In the records below, find the line that contains "for (const r of failedOnce.recipients)" and the line that contains "otherTransport.close();", then retype exactly those two lines and every line between them.
○ ○ ○ ○ ○
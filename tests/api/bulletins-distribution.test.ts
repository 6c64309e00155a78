// Distribution of a locked bulletin version: stakeholder lists (a liaison user and an outside address), the e-mail
// through the outbox with the SMTP server down and then up again (nothing lost, nothing sent twice), the message
// read back from the SMTP fake with its PDF attachment (the same bytes as the version's PDF), the delivery log per
// recipient, the liaison's briefing inbox and acknowledgement, and what the sender sees.
// Sources: the agreed contract (issue 6 item 6 and the resource list); transactional outbox and at-most-once per row:
// common practice, no source; PDF files start with "%PDF-" (ISO 32000-1 §7.5.2, file header); RFC 9110 §15.5.10 (409).
import { eq } from 'drizzle-orm';
import nodemailer from 'nodemailer';
import { afterAll, beforeAll, describe, expect, it } from 'vitest';
import { mailOutbox } from '../../server/db/schema';
import { createMailService } from '../../server/services/mail';
import { render } from '../../server/services/templates';
import { bulletinSchema, briefingDetailSchema, briefingListResponseSchema, distributionSchema, stakeholderListSchema, type Distribution } from '../../shared/schemas/bulletins';
import { DEMO_USERS, startTestServer, type TestServer } from '../helpers/testServer';
import { ApiClient } from './apiClient';
import { approvedBulletin, FIXTURE_RUNS, insertRun, neaIds, signedIn } from './bulletinsSetup';

let srv: TestServer;
let as: Record<string, ApiClient>;
let objectId: number;
let run1: number;

beforeAll(async () => {
  srv = await startTestServer();
  as = await signedIn(srv.url);
  objectId = neaIds(srv).objectId;
  run1 = insertRun(srv, 0, new Date('2026-12-01T01:00:00Z'));
});
afterAll(() => srv?.close());

const LIAISON = DEMO_USERS.find((u) => u.role === 'liaison')!;
const OUTSIDE = 'duty.officer@coastal-authority.example';

async function poll(client: ApiClient, id: number, pred: (d: Distribution) => boolean, timeoutMs = 10_000): Promise<Distribution> {
  const until = Date.now() + timeoutMs;
  for (;;) {
    const d = distributionSchema.parse((await client.get(`/api/distributions/${id}`)).body);
    if (pred(d)) return d;
    if (Date.now() > until) throw new Error(`distribution ${id} did not reach the expected state: ${JSON.stringify(d.recipients)}`);
    await new Promise((r) => setTimeout(r, 50));
  }
}

describe('distribution', () => {
  it('sends the approved version to a list through the outbox, waits out an SMTP outage, and records acknowledgements', async () => {
    const liaisonId = (await as.liaison.get('/api/session')).body.user.id as number;
    const listRes = await as.communications.request('POST', '/api/stakeholder-lists', {
      body: { name: 'Coastal liaisons', kind: 'government', description: 'Regional government contacts', members: [{ userId: liaisonId }, { email: OUTSIDE, name: 'Coastal Authority duty officer' }] },
    });
    expect(listRes.status, JSON.stringify(listRes.body)).toBe(201);
    const list = stakeholderListSchema.parse(listRes.body);
    expect(list.members.map((m) => [m.email, m.role])).toEqual([
      [LIAISON.email, 'liaison'],
      [OUTSIDE, null],
    ]);

    const b = await approvedBulletin(as, objectId, run1);
    const pdfRes = await fetch(`${srv.url}/api/bulletins/${b.id}/versions/1/pdf`, { headers: { cookie: as.communications.cookieHeader() } });
    expect(pdfRes.status).toBe(200);
    expect(pdfRes.headers.get('content-type')).toMatch(/^application\/pdf/);
    const pdf = Buffer.from(await pdfRes.arrayBuffer());
    expect(pdf.subarray(0, 5).toString('latin1')).toBe('%PDF-');

    // SMTP down: the distribution is accepted, every message waits in the outbox with its failed attempt logged.
    await srv.mail.stop();
    srv.mail.clear();
    const sent = await as.communications.request('POST', '/api/distributions', { body: { bulletinId: b.id, version: 1, listId: list.id } });
    expect(sent.status, JSON.stringify(sent.body)).toBe(201);
    const dist = distributionSchema.parse(sent.body);
    expect(dist.recipients).toHaveLength(2);
    const failedOnce = await poll(as.communications, dist.id, (d) => d.recipients.every((r) => r.attempts >= 1));
    for (const r of failedOnce.recipients) {
      expect(r.status).toBe('pending');
      expect(r.lastError).toBeTruthy();
      expect(r.sentAt).toBeNull();
    }
    expect(await srv.mail.messages()).toHaveLength(0);
    // A second attempt (the retry pass, or the row's own 1 s retry timer, whichever comes first) fails again and
    // schedules the next attempt 30 s later (backoff); nothing retries it before then.
    await srv.services.mail.deliverPending();
    const ours = () => srv.db.select().from(mailOutbox).all().filter((r) => failedOnce.recipients.some((x) => x.email === r.toAddress));
    for (const until = Date.now() + 10_000; !ours().every((r) => r.attempts >= 2 && r.claimedUntil === null) && Date.now() < until; ) await new Promise((r) => setTimeout(r, 50));
    await srv.services.mail.deliverPending();
    const rows = ours();
    expect(rows.every((r) => r.status === 'pending' && r.attempts === 2 && r.nextAttemptAt !== null && r.nextAttemptAt.getTime() > Date.now())).toBe(true);

    // SMTP back: the retry pass (what the server's timer runs) sends each message once.
    await srv.mail.start();
    for (const r of rows) srv.db.update(mailOutbox).set({ nextAttemptAt: new Date(Date.now() - 1) }).where(eq(mailOutbox.id, r.id)).run();
    // Two senders at once (this server's outbox and a second one on the same database, as a second process would
    // have): the atomic claim lets only one of them send each row.
    const otherTransport = nodemailer.createTransport({ host: '127.0.0.1', port: srv.mail.port, ignoreTLS: true });
    const otherSender = createMailService(srv.db, otherTransport, srv.config.mailFrom);
    await Promise.all([srv.services.mail.deliverPending(), otherSender.deliverPending(), srv.services.mail.deliverPending()]);
    otherTransport.close();
    const delivered = await poll(as.communications, dist.id, (d) => d.recipients.every((r) => r.status === 'sent'));
    expect(delivered.counts).toMatchObject({ total: 2, sent: 2, pending: 0, failed: 0, acknowledged: 0 });
    expect(delivered.recipients.every((r) => r.attempts === 3)).toBe(true);
    await srv.services.mail.deliverPending();
    const messages = await srv.mail.messages();
    expect(messages.map((m) => m.to[0]).sort()).toEqual([LIAISON.email, OUTSIDE].sort());

    // The e-mail as received: subject, both bodies with the figures and the hash, the PDF attached byte for byte.
    const v = (await as.communications.get(`/api/bulletins/${b.id}/versions/1`)).body;
    const toLiaison = messages.find((m) => m.to[0] === LIAISON.email)!;
    expect(toLiaison.subject).toContain(`${b.number} v1`);
    const palermo = FIXTURE_RUNS[0].result.approaches[0].palermo!.toFixed(2);
    for (const body of [toLiaison.text, toLiaison.html]) {
      expect(body).toContain(`Palermo scale (earth, 2034-09-17): ${palermo} [run ${run1}]`);
      expect(body).toContain(v.sha256);
    }
    expect(toLiaison.text).toContain(`/briefings/${delivered.recipients.find((r) => r.email === LIAISON.email)!.id}`);
    expect(toLiaison.attachments).toHaveLength(1);
    expect(toLiaison.attachments[0].filename).toBe(`${b.number}-v1.pdf`);
    expect(toLiaison.attachments[0].contentType).toBe('application/pdf');
    expect(toLiaison.attachments[0].content.equals(pdf)).toBe(true);
    const toOutside = messages.find((m) => m.to[0] === OUTSIDE)!;
    expect(toOutside.text).not.toContain('/briefings/');
    expect(toOutside.attachments[0].content.equals(pdf)).toBe(true);

    // The bulletin and the version are distributed; the same version to the same list again is refused.
    expect(bulletinSchema.parse((await as.analyst.get(`/api/bulletins/${b.id}`)).body).state).toBe('distributed');
    expect((await as.analyst.get(`/api/bulletins/${b.id}/versions`)).body.versions[0].status).toBe('distributed');
    expect((await as.communications.request('POST', '/api/distributions', { body: { bulletinId: b.id, version: 1, listId: list.id } })).status).toBe(409);

    // The liaison's inbox: what was sent to them, the PDF, and the acknowledgement.
    const inbox = briefingListResponseSchema.parse((await as.liaison.get('/api/briefings')).body).briefings;
    expect(inbox).toHaveLength(1);
    expect(inbox[0]).toMatchObject({ bulletinId: b.id, version: 1, sha256: v.sha256, acknowledgedAt: null, objectDesignation: 'HSO-26-N4' });
    const detail = briefingDetailSchema.parse((await as.liaison.get(`/api/briefings/${inbox[0].id}`)).body);
    expect(detail.figures.map((f) => f.value.text)[0]).toBe(palermo);
    const briefPdf = await fetch(`${srv.url}${detail.pdfUrl}`, { headers: { cookie: as.liaison.cookieHeader() } });
    expect(Buffer.from(await briefPdf.arrayBuffer()).equals(pdf)).toBe(true);
    // Nobody else can see or acknowledge it (answered as missing); liaisons do not read bulletins directly.
    expect((await as.analyst.request('POST', `/api/briefings/${inbox[0].id}/acknowledge`, { body: {} })).status).toBe(403);
    expect((await as.liaison.get(`/api/bulletins/${b.id}`)).status).toBe(403);
    const ack = await as.liaison.request('POST', `/api/briefings/${inbox[0].id}/acknowledge`, { body: { comment: 'Received; passed to the duty desk.' } });
    expect(ack.status).toBe(200);
    expect(ack.body.acknowledgedAt).toBeTruthy();
    const again = await as.liaison.request('POST', `/api/briefings/${inbox[0].id}/acknowledge`, { body: { comment: 'twice' } });
    expect(again.body.acknowledgedAt).toBe(ack.body.acknowledgedAt);
    expect(again.body.acknowledgeComment).toBe('Received; passed to the duty desk.');

    // The sender sees who acknowledged and who has not.
    const seen = distributionSchema.parse((await as.communications.get(`/api/distributions/${dist.id}`)).body);
    expect(seen.counts.acknowledged).toBe(1);
    expect(seen.recipients.map((r) => [r.email, r.acknowledgedAt !== null])).toEqual([
      [LIAISON.email, true],
      [OUTSIDE, false],
    ]);
    const byBulletin = (await as.reviewer.get(`/api/distributions?bulletinId=${b.id}`)).body.distributions;
    expect(byBulletin).toHaveLength(1);
  }, 60_000);

  it('refuses distribution by roles the workflow does not list, of versions that are not the latest, and to empty lists', async () => {
    const b = await approvedBulletin(as, objectId, run1);
    const lists = (await as.communications.get('/api/stakeholder-lists')).body.lists as { id: number; name: string }[];
    const listId = lists.find((l) => l.name === 'Coastal liaisons')!.id;
    // Analysts and reviewers have no Distribution create ability (403 from the route table).
    expect((await as.analyst.request('POST', '/api/distributions', { body: { bulletinId: b.id, version: 1, listId } })).status).toBe(403);
    expect((await as.reviewer.request('POST', '/api/distributions', { body: { bulletinId: b.id, version: 1, listId } })).status).toBe(403);
    expect((await as.communications.request('POST', '/api/distributions', { body: { bulletinId: b.id, version: 2, listId } })).status).toBe(409);
    const empty = await as.communications.request('POST', '/api/stakeholder-lists', { body: { name: 'Empty', kind: 'internal', members: [] } });
    expect(empty.status).toBe(201);
    expect((await as.communications.request('POST', '/api/distributions', { body: { bulletinId: b.id, version: 1, listId: empty.body.id } })).status).toBe(422);
    // The same send twice at once (double click, two tabs): one distribution, one 409.
    const [x, y] = await Promise.all([
      as.communications.request('POST', '/api/distributions', { body: { bulletinId: b.id, version: 1, listId } }),
      as.communications.request('POST', '/api/distributions', { body: { bulletinId: b.id, version: 1, listId } }),
    ]);
    expect([x.status, y.status].sort()).toEqual([201, 409]);
    expect((await as.communications.get(`/api/distributions?bulletinId=${b.id}`)).body.distributions).toHaveLength(1);
    // A draft in review cannot be distributed.
    const draft = await as.analyst.request('POST', '/api/bulletins', { body: { objectId, title: 'Draft only' } });
    expect((await as.communications.request('POST', '/api/distributions', { body: { bulletinId: draft.body.id, version: 1, listId } })).status).toBe(409);
  });

  it('escapes what users typed in the HTML e-mail (OWASP XSS Prevention Cheat Sheet, rule 1) and not in the text one', () => {
    const values = { officeName: 'HSPDO', marking: 'M', number: 'BUL-0001', version: '1', title: '<script>alert(1)</script>', objectDesignation: 'X', approvedAt: 'now', reviewerName: 'R', figures: '- a', summary: '<img src=x onerror=1>', pdfName: 'f.pdf', ackLine: '', sha256: 'h' };
    const html = render('email/briefing.html', values);
    expect(html).not.toContain('<script>');
    expect(html).not.toContain('<img');
    expect(html).toContain('&lt;script&gt;alert(1)&lt;/script&gt;');
    expect(render('email/briefing.txt', values)).toContain('<script>alert(1)</script>');
  });
});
○ ○ ○ ○ ○
Exercise answer:
    for (const r of failedOnce.recipients) {
      expect(r.status).toBe('pending');
      expect(r.lastError).toBeTruthy();
      expect(r.sentAt).toBeNull();
    }
    expect(await srv.mail.messages()).toHaveLength(0);
    // A second attempt (the retry pass, or the row's own 1 s retry timer, whichever comes first) fails again and
    // schedules the next attempt 30 s later (backoff); nothing retries it before then.
    await srv.services.mail.deliverPending();
    const ours = () => srv.db.select().from(mailOutbox).all().filter((r) => failedOnce.recipients.some((x) => x.email === r.toAddress));
    for (const until = Date.now() + 10_000; !ours().every((r) => r.attempts >= 2 && r.claimedUntil === null) && Date.now() < until; ) await new Promise((r) => setTimeout(r, 50));
    await srv.services.mail.deliverPending();
    const rows = ours();
    expect(rows.every((r) => r.status === 'pending' && r.attempts === 2 && r.nextAttemptAt !== null && r.nextAttemptAt.getTime() > Date.now())).toBe(true);

    // SMTP back: the retry pass (what the server's timer runs) sends each message once.
    await srv.mail.start();
    for (const r of rows) srv.db.update(mailOutbox).set({ nextAttemptAt: new Date(Date.now() - 1) }).where(eq(mailOutbox.id, r.id)).run();
    // Two senders at once (this server's outbox and a second one on the same database, as a second process would
    // have): the atomic claim lets only one of them send each row.
    const otherTransport = nodemailer.createTransport({ host: '127.0.0.1', port: srv.mail.port, ignoreTLS: true });
    const otherSender = createMailService(srv.db, otherTransport, srv.config.mailFrom);
    await Promise.all([srv.services.mail.deliverPending(), otherSender.deliverPending(), srv.services.mail.deliverPending()]);
    otherTransport.close();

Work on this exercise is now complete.